:: What to produce ::
Which of the lines below holds the string "describe"? Copy every line that does.

Records to use START

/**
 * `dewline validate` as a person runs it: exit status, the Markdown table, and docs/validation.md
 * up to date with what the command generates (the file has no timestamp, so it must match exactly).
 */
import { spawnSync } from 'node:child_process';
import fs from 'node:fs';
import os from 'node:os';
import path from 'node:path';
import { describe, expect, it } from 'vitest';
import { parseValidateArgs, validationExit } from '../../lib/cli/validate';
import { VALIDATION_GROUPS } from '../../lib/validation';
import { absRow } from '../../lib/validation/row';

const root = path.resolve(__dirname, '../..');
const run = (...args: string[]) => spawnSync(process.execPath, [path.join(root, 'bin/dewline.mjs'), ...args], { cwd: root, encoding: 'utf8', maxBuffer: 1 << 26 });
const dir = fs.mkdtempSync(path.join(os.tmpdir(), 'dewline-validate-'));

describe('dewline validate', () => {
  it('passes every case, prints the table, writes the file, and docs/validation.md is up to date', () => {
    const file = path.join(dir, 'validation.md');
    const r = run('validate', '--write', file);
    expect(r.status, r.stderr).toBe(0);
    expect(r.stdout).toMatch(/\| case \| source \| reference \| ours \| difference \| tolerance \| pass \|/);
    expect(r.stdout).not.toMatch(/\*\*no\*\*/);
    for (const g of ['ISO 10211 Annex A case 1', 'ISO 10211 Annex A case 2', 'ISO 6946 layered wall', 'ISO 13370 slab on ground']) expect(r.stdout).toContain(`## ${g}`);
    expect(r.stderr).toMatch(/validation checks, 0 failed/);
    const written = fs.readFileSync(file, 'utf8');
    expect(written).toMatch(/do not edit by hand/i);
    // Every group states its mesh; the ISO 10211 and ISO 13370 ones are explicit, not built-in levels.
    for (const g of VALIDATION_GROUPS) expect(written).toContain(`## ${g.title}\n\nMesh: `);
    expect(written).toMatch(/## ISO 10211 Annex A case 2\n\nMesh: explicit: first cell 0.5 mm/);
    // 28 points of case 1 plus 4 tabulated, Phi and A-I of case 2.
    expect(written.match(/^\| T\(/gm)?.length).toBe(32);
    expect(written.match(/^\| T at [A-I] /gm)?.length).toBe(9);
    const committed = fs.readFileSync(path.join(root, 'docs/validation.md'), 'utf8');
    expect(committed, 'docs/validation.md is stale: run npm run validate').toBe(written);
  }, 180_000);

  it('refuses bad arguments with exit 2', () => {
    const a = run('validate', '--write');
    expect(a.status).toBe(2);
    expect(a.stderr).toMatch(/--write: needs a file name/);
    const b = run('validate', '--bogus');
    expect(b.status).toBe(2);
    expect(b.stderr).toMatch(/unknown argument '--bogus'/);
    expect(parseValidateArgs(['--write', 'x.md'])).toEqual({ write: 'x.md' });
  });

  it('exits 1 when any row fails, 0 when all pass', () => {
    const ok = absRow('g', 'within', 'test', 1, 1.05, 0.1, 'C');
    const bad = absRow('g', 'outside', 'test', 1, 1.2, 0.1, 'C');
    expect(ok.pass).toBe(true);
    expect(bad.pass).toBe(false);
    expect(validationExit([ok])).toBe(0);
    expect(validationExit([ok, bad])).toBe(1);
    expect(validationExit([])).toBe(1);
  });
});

Records to use END

:: Answer section ::
import { describe, expect, it } from 'vitest';
describe('dewline validate', () => {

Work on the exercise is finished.